### Problem requirements
Reproduce exactly the lines beginning with the line that contains "person, programme, role" and ending at the final line of the material below.

### Task inputs
[Start of Attachment]

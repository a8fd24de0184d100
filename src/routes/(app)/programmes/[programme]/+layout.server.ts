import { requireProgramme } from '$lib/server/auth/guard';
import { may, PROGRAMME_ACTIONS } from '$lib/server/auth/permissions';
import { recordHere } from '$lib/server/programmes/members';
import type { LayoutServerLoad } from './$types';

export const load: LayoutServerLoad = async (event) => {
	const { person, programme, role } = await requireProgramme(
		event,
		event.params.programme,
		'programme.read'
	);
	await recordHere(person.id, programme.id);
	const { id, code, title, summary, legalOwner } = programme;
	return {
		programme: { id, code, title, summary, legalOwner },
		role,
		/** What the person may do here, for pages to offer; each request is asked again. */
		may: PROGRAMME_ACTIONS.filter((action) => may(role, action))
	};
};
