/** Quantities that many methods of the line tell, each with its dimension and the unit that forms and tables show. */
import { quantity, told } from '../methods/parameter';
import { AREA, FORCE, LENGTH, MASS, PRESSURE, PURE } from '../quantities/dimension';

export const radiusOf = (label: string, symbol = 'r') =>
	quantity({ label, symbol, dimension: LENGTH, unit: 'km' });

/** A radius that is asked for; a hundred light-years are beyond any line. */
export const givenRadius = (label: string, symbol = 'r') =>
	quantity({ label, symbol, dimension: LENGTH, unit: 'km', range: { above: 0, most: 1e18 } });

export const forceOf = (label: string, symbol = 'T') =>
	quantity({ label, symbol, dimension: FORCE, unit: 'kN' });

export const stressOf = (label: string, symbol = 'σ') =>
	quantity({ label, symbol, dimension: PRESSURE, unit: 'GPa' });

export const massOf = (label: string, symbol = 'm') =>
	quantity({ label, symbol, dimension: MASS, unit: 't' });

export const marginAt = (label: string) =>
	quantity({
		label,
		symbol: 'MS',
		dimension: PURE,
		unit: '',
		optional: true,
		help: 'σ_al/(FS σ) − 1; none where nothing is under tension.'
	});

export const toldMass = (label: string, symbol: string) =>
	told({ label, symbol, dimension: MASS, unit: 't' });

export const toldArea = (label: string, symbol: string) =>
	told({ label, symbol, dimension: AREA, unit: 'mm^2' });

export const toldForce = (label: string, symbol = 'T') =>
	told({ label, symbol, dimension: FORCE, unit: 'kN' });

[End of Attachment]

### Final answer
	const { person, programme, role } = await requireProgramme(
		event,
		event.params.programme,
		'programme.read'
	);
	await recordHere(person.id, programme.id);
	const { id, code, title, summary, legalOwner } = programme;
	return {
		programme: { id, code, title, summary, legalOwner },
		role,
		/** What the person may do here, for pages to offer; each request is asked again. */
		may: PROGRAMME_ACTIONS.filter((action) => may(role, action))
	};
};
/** Quantities that many methods of the line tell, each with its dimension and the unit that forms and tables show. */
import { quantity, told } from '../methods/parameter';
import { AREA, FORCE, LENGTH, MASS, PRESSURE, PURE } from '../quantities/dimension';

export const radiusOf = (label: string, symbol = 'r') =>
	quantity({ label, symbol, dimension: LENGTH, unit: 'km' });

/** A radius that is asked for; a hundred light-years are beyond any line. */
export const givenRadius = (label: string, symbol = 'r') =>
	quantity({ label, symbol, dimension: LENGTH, unit: 'km', range: { above: 0, most: 1e18 } });

export const forceOf = (label: string, symbol = 'T') =>
	quantity({ label, symbol, dimension: FORCE, unit: 'kN' });

export const stressOf = (label: string, symbol = 'σ') =>
	quantity({ label, symbol, dimension: PRESSURE, unit: 'GPa' });

export const massOf = (label: string, symbol = 'm') =>
	quantity({ label, symbol, dimension: MASS, unit: 't' });

export const marginAt = (label: string) =>
	quantity({
		label,
		symbol: 'MS',
		dimension: PURE,
		unit: '',
		optional: true,
		help: 'σ_al/(FS σ) − 1; none where nothing is under tension.'
	});

export const toldMass = (label: string, symbol: string) =>
	told({ label, symbol, dimension: MASS, unit: 't' });

export const toldArea = (label: string, symbol: string) =>
	told({ label, symbol, dimension: AREA, unit: 'mm^2' });

export const toldForce = (label: string, symbol = 'T') =>
	told({ label, symbol, dimension: FORCE, unit: 'kN' });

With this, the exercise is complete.